If a line in the data below contains the word "cases", copy it out.

-- Records for processing follows --

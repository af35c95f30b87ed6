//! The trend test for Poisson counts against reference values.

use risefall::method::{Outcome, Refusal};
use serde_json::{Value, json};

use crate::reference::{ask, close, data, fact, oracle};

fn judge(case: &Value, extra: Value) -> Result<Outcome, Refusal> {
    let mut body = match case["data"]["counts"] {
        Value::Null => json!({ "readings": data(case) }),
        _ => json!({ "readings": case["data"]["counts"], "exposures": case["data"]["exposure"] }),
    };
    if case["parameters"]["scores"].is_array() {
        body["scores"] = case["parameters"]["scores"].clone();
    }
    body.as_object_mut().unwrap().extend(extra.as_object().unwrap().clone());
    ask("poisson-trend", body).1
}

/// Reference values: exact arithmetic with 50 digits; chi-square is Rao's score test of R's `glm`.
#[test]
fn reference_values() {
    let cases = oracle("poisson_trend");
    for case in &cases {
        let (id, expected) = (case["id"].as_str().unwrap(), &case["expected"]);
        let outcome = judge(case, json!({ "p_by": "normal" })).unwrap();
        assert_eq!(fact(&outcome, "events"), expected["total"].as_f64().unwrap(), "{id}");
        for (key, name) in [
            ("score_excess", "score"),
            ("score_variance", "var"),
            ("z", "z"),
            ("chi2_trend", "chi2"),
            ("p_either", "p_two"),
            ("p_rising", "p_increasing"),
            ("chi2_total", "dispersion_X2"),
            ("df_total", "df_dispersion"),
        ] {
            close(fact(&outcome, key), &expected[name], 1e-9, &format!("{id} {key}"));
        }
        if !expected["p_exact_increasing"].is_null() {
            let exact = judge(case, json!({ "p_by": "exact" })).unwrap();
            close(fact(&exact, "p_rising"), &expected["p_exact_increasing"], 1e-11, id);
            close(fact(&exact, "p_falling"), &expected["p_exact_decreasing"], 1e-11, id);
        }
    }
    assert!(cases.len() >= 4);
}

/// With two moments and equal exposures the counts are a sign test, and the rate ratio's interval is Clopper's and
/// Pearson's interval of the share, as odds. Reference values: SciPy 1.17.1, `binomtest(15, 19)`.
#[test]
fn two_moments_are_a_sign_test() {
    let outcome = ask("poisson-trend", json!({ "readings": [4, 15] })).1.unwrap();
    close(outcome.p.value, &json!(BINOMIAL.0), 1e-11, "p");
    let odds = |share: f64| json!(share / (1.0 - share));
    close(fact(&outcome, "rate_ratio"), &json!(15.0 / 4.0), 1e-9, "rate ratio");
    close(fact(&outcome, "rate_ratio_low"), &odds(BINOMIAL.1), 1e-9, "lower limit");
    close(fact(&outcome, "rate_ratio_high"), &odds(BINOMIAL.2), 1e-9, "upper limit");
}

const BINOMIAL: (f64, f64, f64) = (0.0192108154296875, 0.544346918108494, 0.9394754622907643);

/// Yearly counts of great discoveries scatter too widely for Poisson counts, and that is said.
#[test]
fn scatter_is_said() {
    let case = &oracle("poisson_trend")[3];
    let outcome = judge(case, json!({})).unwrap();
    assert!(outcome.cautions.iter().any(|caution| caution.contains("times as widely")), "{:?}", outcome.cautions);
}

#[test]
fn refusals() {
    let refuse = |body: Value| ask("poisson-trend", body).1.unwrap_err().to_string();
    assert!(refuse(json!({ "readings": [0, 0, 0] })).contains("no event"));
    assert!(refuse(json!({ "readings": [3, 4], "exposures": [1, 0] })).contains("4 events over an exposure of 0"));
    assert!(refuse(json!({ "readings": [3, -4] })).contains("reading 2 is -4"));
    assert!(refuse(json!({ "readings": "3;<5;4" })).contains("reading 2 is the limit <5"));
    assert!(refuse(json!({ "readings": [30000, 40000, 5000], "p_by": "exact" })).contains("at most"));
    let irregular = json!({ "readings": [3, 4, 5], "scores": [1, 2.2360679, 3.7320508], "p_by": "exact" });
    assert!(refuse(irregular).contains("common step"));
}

-- Records for processing concluded --

Response below:
    let cases = oracle("poisson_trend");
    for case in &cases {
    assert!(cases.len() >= 4);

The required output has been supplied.